§ Problem to work on: Look through the data for the string "recurrenceSchema". Copy every line where it is found.
BEGIN Material supplied
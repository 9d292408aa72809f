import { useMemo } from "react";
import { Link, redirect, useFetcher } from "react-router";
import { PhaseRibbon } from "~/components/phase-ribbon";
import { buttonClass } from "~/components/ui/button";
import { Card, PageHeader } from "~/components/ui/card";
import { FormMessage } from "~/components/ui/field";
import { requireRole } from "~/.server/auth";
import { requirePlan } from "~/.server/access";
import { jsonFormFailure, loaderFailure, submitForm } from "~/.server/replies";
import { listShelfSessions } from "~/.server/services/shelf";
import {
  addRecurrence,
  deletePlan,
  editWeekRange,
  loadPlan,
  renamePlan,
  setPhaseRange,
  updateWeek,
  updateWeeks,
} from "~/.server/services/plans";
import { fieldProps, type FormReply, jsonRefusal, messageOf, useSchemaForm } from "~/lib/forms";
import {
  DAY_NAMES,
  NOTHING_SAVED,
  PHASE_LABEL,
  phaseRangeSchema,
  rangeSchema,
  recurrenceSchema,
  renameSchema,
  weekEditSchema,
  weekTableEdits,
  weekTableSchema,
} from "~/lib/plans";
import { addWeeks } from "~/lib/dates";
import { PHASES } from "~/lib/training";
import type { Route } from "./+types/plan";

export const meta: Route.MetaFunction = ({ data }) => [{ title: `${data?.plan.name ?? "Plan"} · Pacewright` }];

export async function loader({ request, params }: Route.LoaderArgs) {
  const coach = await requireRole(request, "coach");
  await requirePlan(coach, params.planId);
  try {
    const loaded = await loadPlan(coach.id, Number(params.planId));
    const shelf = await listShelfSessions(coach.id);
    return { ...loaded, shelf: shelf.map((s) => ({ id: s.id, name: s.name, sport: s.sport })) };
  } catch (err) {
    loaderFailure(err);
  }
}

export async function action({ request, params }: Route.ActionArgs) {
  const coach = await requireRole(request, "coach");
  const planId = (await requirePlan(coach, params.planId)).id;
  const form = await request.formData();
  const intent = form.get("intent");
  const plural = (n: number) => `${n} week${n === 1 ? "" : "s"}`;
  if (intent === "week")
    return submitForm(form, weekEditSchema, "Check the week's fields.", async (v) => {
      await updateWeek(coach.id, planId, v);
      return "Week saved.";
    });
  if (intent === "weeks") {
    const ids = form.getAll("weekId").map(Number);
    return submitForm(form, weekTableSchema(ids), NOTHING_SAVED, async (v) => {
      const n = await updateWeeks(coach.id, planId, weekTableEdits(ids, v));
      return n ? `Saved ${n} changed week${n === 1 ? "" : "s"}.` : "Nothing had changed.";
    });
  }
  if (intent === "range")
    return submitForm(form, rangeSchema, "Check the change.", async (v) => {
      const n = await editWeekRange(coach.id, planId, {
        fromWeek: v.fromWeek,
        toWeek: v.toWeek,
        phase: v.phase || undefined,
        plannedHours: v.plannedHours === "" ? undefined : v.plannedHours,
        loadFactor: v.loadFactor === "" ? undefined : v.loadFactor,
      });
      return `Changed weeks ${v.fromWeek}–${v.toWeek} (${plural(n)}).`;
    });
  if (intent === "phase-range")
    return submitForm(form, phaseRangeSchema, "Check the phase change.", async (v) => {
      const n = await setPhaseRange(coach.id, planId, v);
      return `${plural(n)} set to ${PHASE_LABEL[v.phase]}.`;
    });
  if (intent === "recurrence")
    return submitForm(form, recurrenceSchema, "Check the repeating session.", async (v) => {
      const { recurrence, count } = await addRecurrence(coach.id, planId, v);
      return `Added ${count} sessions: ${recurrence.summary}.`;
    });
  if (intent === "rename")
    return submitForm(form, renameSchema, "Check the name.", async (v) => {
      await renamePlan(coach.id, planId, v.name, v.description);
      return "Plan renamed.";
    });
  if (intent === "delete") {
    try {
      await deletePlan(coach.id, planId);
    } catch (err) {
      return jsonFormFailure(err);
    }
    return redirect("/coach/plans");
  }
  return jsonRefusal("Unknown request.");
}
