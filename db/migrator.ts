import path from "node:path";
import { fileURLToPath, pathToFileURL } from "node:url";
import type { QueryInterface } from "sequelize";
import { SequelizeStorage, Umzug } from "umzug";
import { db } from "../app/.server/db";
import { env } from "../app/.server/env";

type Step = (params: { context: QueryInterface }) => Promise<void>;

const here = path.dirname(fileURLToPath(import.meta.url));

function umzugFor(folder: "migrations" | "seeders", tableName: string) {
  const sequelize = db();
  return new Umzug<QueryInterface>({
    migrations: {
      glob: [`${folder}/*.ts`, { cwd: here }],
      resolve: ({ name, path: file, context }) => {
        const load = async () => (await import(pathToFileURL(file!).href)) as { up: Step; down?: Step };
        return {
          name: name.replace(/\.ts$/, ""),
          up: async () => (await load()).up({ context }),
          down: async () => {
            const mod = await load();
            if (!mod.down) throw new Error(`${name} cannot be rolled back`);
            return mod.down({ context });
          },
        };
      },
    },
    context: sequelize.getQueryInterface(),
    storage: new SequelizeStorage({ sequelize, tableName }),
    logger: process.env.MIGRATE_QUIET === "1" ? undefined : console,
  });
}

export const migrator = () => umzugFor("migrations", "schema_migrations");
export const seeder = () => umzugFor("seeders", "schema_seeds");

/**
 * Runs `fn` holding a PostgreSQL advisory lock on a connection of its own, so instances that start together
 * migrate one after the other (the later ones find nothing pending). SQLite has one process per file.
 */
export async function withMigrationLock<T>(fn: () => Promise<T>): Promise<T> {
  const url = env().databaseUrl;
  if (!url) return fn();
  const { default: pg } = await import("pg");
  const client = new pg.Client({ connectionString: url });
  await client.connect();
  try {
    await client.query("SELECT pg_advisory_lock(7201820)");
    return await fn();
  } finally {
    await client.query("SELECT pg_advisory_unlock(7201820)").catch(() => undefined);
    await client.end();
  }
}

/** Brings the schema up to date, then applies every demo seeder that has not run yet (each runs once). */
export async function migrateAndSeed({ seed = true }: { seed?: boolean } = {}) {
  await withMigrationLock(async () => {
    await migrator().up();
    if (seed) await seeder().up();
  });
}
END Material supplied
§ Result:
  recurrenceSchema,
    return submitForm(form, recurrenceSchema, "Check the repeating session.", async (v) => {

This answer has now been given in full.